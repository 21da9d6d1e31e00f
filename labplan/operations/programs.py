"""The programs that make up a running labplan, as `make serve` starts them on one machine."""

import os
import sys
from pathlib import Path

from labplan.operations.supervisor import Program

ROOT = Path(__file__).resolve().parents[2]
QUEUES = "procedures,campaigns,documents,housekeeping"


def web(socket: Path, *, processes: int) -> Program:
    return Program(
        "web",
        [
            sys.executable, "-m", "gunicorn", "--config", str(ROOT / "deploy" / "gunicorn.conf.py"),
            "labplan.wsgi",
        ],
        {
            "LABPLAN_BIND": f"unix:{socket}", "LABPLAN_WEB_WORKERS": str(processes),
            # the waiting service, which stands before it
            "LABPLAN_PROXIES": os.environ.get("LABPLAN_PROXIES") or "1",
        },
    )  # fmt: skip


def waiting(listen: str, web_socket: Path, broker: str) -> Program:
    """The front door: it passes everything on to the web service, and holds whoever waits."""
    return Program(
        "waiting",
        [
            sys.executable, "-m", "labplan.operations.waiting", "--listen", listen,
            "--web", f"unix:{web_socket}", "--broker", broker,
        ],
    )  # fmt: skip


def relay() -> Program:
    return Program("relay", [sys.executable, str(ROOT / "manage.py"), "outbox_relay"])


def worker(*, processes: int, app: str = "labplan.celery") -> Program:
    return Program(
        "worker",
        [
            sys.executable, "-m", "celery", "--quiet", "--app", app, "worker",
            "--pool", "prefork", "--concurrency", str(processes), "--queues", QUEUES,
            "--without-gossip", "--without-mingle", "--loglevel", "INFO",
        ],
    )  # fmt: skip


def scheduler(folder: Path) -> Program:
    return Program(
        "scheduler",
        [
            sys.executable, "-m", "celery", "--quiet", "--app", "labplan.celery", "beat",
            "--schedule", str(folder / "schedule"), "--pidfile", "", "--loglevel", "INFO",
        ],
    )  # fmt: skip


def default_processes() -> int:
    """One worker a core, at least one; the web takes little beside planning."""
    return max(1, os.cpu_count() or 1)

WHAT IS EXPECTED -
Copy exactly the lines from the top of the entries through the line with "def default_processes() ->" in it, please, keeping both ends and adding nothing.

WRITTEN REPLY -
repository 21da9d6d1e31e00f
filename labplan/operations/programs.py
"""The programs that make up a running labplan, as `make serve` starts them on one machine."""

import os
import sys
from pathlib import Path

from labplan.operations.supervisor import Program

ROOT = Path(__file__).resolve().parents[2]
QUEUES = "procedures,campaigns,documents,housekeeping"


def web(socket: Path, *, processes: int) -> Program:
    return Program(
        "web",
        [
            sys.executable, "-m", "gunicorn", "--config", str(ROOT / "deploy" / "gunicorn.conf.py"),
            "labplan.wsgi",
        ],
        {
            "LABPLAN_BIND": f"unix:{socket}", "LABPLAN_WEB_WORKERS": str(processes),
            # the waiting service, which stands before it
            "LABPLAN_PROXIES": os.environ.get("LABPLAN_PROXIES") or "1",
        },
    )  # fmt: skip


def waiting(listen: str, web_socket: Path, broker: str) -> Program:
    """The front door: it passes everything on to the web service, and holds whoever waits."""
    return Program(
        "waiting",
        [
            sys.executable, "-m", "labplan.operations.waiting", "--listen", listen,
            "--web", f"unix:{web_socket}", "--broker", broker,
        ],
    )  # fmt: skip


def relay() -> Program:
    return Program("relay", [sys.executable, str(ROOT / "manage.py"), "outbox_relay"])


def worker(*, processes: int, app: str = "labplan.celery") -> Program:
    return Program(
        "worker",
        [
            sys.executable, "-m", "celery", "--quiet", "--app", app, "worker",
            "--pool", "prefork", "--concurrency", str(processes), "--queues", QUEUES,
            "--without-gossip", "--without-mingle", "--loglevel", "INFO",
        ],
    )  # fmt: skip


def scheduler(folder: Path) -> Program:
    return Program(
        "scheduler",
        [
            sys.executable, "-m", "celery", "--quiet", "--app", "labplan.celery", "beat",
            "--schedule", str(folder / "schedule"), "--pidfile", "", "--loglevel", "INFO",
        ],
    )  # fmt: skip


def default_processes() -> int:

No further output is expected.